Wer gedacht (oder gehofft) hat, Stuttgart 21 im Wahlkampf unter die Erde legen zu können, hat sich getäuscht. Zunächst gab's ein volles DGB-Haus für Cem Özdemir, der sich nach Kräften mühte, den 400 Zuhörern zu versichern, er sei schon immer gegen das "Unsinnsprojekt" gewesen. Assistiert vom verkehrspolitischen Sprecher der Bundes-Grünen, Toni Hofreiter, der es zum "Quatschprojekt" steigerte. Befeuert von den Stuttgarter Rathaus-Grünen, die auch die Proteste der Untertürkheimer vernommen haben: gegen den Baulärm der Bahn. Und jetzt kommt Winfried Hermann aus der Deckung.
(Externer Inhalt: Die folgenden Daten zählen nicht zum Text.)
/**
 * The library's moments and line fit (exported by betabound/core): each checks its arguments and
 * returns a typed failure (diagnostics with stable codes, core/diagnostics.ts) rather than a NaN:
 * an entry that is not a finite number or a hole ("invalid-number", naming its index and value),
 * series of different lengths ("length-mismatch"), too few values ("too-few-observations"), values
 * whose squares leave double precision ("invalid-argument": the largest absolute value of a series
 * must lie within 1e-100 to 1e+100, core/parameters.ts), and for a line a constant x ("zero-variance").
 * Each series is computed scaled by its own power of two and the results scaled back (scaling.ts,
 * docs/methods.md §29), so the numbers are those of the plain computation bit for bit.
 */

import { firstInvalidNumber, issues, lengthMismatch } from "./arguments.js";
import { diagnose, type Diagnostic } from "./diagnostics.js";
import { type CrossProducts, welfordCrossProducts } from "./moments.js";
import { magnitudeRange } from "./parameters.js";
import { lineFitFromSums, residualSumOfSquares } from "./regression.js";
import { failure, type Result, success } from "./result.js";
import { scaleFor } from "./scaling.js";
import type { LineFit } from "./types.js";

export type { CrossProducts };

/** Checks every series; the scaled copies and their scales when all are valid. */
function checkedSeries(
  names: readonly string[],
  series: readonly ArrayLike<number>[],
  minimum: number,
): Result<{ scaled: Float64Array[]; scales: number[] }, Diagnostic[]> {
  const found = issues(...series.map((s, i) => firstInvalidNumber(names[i]!, s)));
  if (found.length > 0) return failure(found);
  const n = series[0]?.length ?? 0;
  found.push(...issues(...series.map((s, i) => lengthMismatch(names[i]!, s, n))));
  if (found.length > 0) return failure(found);
  if (n < minimum) return failure([diagnose({ code: "too-few-observations", observations: n, minimum })]);
  const scaled: Float64Array[] = [];
  const scales: number[] = [];
  for (const [i, s] of series.entries()) {
    let largest = 0;
    for (let t = 0; t < n; t++) largest = Math.max(largest, Math.abs(s[t]!));
    if (largest > 0 && (largest < magnitudeRange.min || largest > magnitudeRange.max)) {
      const expected = `values whose largest absolute value is within ${magnitudeRange.min} to ${magnitudeRange.max} (beyond, their squares leave double precision)`;
      found.push(diagnose({ code: "invalid-argument", argument: names[i]!, value: `up to ${largest} in absolute value`, expected }));
      continue;
    }
    const scale = scaleFor(largest);
    scaled.push(Float64Array.from({ length: n }, (_, t) => s[t]! * scale));
    scales.push(scale);
  }
  return found.length > 0 ? failure(found) : success({ scaled, scales });
}

/**
 * Means and centred sums of squares and cross-products of aligned series, in one pass
 * (moments.ts: Welford's updates with compensated sums). At least one value each.
 * @example crossProducts([[1, 2, 3], [2, 4, 7]]) // ok, value.sums[0][1] === 5
 */
export function crossProducts(series: readonly ArrayLike<number>[]): Result<CrossProducts, Diagnostic[]> {
  if (!Array.isArray(series))
    return failure([diagnose({ code: "invalid-argument", argument: "series", value: String(series), expected: "an array of series" })]);
  const checked = checkedSeries(
    series.map((_, i) => `series[${i}]`),
    series,
    1,
  );
  if (!checked.ok) return checked;
  const { scaled, scales } = checked.value;
  const cp = welfordCrossProducts(scaled);
  return success({
    n: cp.n,
    means: cp.means.map((m, i) => m / scales[i]!),
    sums: cp.sums.map((row, i) => row.map((v, j) => v / (scales[i]! * scales[j]!))),
  });
}

/** The arithmetic mean of at least one value. */
export function mean(x: ArrayLike<number>): Result<number, Diagnostic[]> {
  const checked = checkedSeries(["x"], [x], 1);
  if (!checked.ok) return checked;
  const { scaled, scales } = checked.value;
  return success(welfordCrossProducts(scaled).means[0]! / scales[0]!);
}

/** The sample variance (divisor n - 1, Bessel's correction) of at least two values. */
export function sampleVariance(x: ArrayLike<number>): Result<number, Diagnostic[]> {
  return secondMoment(["x"], [x]);
}

/** The sample standard deviation: the square root of `sampleVariance`. */
export function sampleStdev(x: ArrayLike<number>): Result<number, Diagnostic[]> {
  const variance = sampleVariance(x);
  return variance.ok ? success(Math.sqrt(variance.value)) : variance;
}

/** The sample covariance (divisor n - 1) of two aligned series of at least two values. */
export function sampleCovariance(x: ArrayLike<number>, y: ArrayLike<number>): Result<number, Diagnostic[]> {
  return secondMoment(["x", "y"], [x, y]);
}

/** sums[0][last] / (n - 1) of one or two series. */
function secondMoment(names: readonly string[], series: readonly ArrayLike<number>[]): Result<number, Diagnostic[]> {
  const checked = checkedSeries(names, series, 2);
  if (!checked.ok) return checked;
  const { scaled, scales } = checked.value;
  const cp = welfordCrossProducts(scaled);
  const last = scaled.length - 1;
  return success(cp.sums[0]![last]! / (cp.n - 1) / (scales[0]! * scales[last]!));
}

/**
 * Neumaier's compensated sum (an improved Kahan-Babuska summation): the rounding error of each
 * addition is carried separately and added back at the end. Fails on a value that is not a finite
 * number (naming its position) and on a sum beyond double precision.
 * Neumaier, A. (1974), ZAMM 54(1), 39-51.
 */
export function compensatedSum(values: Iterable<number>): Result<number, Diagnostic[]> {
  let sum = 0;
  let compensation = 0;
  let index = 0;
  for (const v of values) {
    if (typeof v !== "number" || !Number.isFinite(v)) {
      return failure([diagnose({ code: "invalid-number", argument: "values", index, value: String(v) })]);
    }
    const t = sum + v;
    compensation += Math.abs(sum) >= Math.abs(v) ? sum - t + v : v - t + sum;
    sum = t;
    index++;
  }
  const total = sum + compensation;
  if (!Number.isFinite(total)) {
    return failure([
      diagnose({
        code: "invalid-argument",
        argument: "values",
        value: "a sum beyond double precision",
        expected: "values whose sum is a finite number",
      }),
    ]);
  }
  return success(total);
}

/**
 * Ordinary least squares of y = alpha + beta x + e with classical standard errors (regression.ts,
 * docs/methods.md §10), on at least three points with a non-constant x.
 */
export function fitLine(x: ArrayLike<number>, y: ArrayLike<number>): Result<LineFit, Diagnostic[]> {
  const checked = checkedSeries(["x", "y"], [x, y], 3);
  if (!checked.ok) return checked;
  const [xs, ys] = checked.value.scaled as [Float64Array, Float64Array];
  const [px, py] = checked.value.scales as [number, number];
  const cp = welfordCrossProducts([xs, ys]);
  const [xbar, ybar] = cp.means as [number, number];
  const sums = { n: cp.n, xbar, ybar, sxx: cp.sums[0]![0]!, sxy: cp.sums[0]![1]!, syy: cp.sums[1]![1]! };
  if (!(sums.sxx > 0)) return failure([diagnose({ code: "zero-variance", series: "x" })]);
  const fit = lineFitFromSums(sums, residualSumOfSquares(xs, ys, xbar, ybar, sums.sxy / sums.sxx));
  // Back in the data's units: y's (alpha and the residuals) and y's per x's (beta).
  const slope = px / py;
  return success({
    ...fit,
    alpha: fit.alpha / py,
    beta: fit.beta * slope,
    alphaStdErr: fit.alphaStdErr / py,
    betaStdErr: fit.betaStdErr * slope,
    residualVariance: fit.residualVariance / (py * py),
    residualStdError: fit.residualStdError / py,
    residualSumOfSquares: fit.residualSumOfSquares / (py * py),
  });
}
Im Exklusivinterview mit Kontext redet sich der Landesverkehrsminister seinen ganzen Frust von der Seele. Über die Bahn, die Kanzlerin, die SPD – und über die Protestbewegung. Grün ist aufgewacht.
Irgendwann ist eben Schluss mit dem Krötenschlucken. Wer Rüdiger Grube, Volker Kefer, Peter Ramsauer und Claus Schmiedel permanent ertragen muss, braucht eine große Leidensfähigkeit. Wer sich dem Ukas aus dem Staatsministerium fügen muss, eine hohe Loyalität. Und wer schlussendlich in die Nähe des "Lügenpacks" gerückt wird, eine ausgeprägte Frustrationstoleranz. Nun kann man einwenden, dass all das im Gehalt eines Ministers inbegriffen ist, eines Politikers, der wusste, was dieses Amt mit sich bringen würde, den niemand gezwungen hat, den Job zu übernehmen. Aber manchmal darf man sich auch in den Menschen versetzen. Selbst die Politik ist keine empathiefreie Zone.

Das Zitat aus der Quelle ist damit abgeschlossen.